### What is required
Between the line containing "AfterPercent, AfterLow, AfterHigh float64" and the line containing "func (t *TrimPlan)" lies a run of lines; give that run again exactly, with both of those lines, and nothing else from the entries below.

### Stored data
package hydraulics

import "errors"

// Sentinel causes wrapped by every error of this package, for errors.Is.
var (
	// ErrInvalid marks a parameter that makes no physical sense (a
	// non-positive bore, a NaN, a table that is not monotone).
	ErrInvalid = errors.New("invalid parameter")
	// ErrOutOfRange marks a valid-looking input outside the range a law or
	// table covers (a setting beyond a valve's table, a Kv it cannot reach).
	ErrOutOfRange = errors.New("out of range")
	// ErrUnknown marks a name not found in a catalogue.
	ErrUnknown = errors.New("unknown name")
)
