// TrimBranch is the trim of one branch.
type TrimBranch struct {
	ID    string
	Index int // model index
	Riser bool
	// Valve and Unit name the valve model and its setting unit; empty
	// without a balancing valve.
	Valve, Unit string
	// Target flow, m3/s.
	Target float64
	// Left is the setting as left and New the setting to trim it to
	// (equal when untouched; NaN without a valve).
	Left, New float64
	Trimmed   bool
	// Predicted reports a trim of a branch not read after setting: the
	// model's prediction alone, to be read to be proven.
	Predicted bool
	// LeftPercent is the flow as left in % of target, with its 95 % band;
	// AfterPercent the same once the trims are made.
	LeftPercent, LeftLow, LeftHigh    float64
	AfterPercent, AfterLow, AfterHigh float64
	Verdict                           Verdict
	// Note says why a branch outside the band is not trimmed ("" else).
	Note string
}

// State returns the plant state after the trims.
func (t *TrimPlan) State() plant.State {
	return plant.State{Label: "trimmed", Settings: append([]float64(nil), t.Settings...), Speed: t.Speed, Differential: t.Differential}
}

### Completed exercise
	AfterPercent, AfterLow, AfterHigh float64
	Verdict                           Verdict
	// Note says why a branch outside the band is not trimmed ("" else).
	Note string
}

// State returns the plant state after the trims.
func (t *TrimPlan) State() plant.State {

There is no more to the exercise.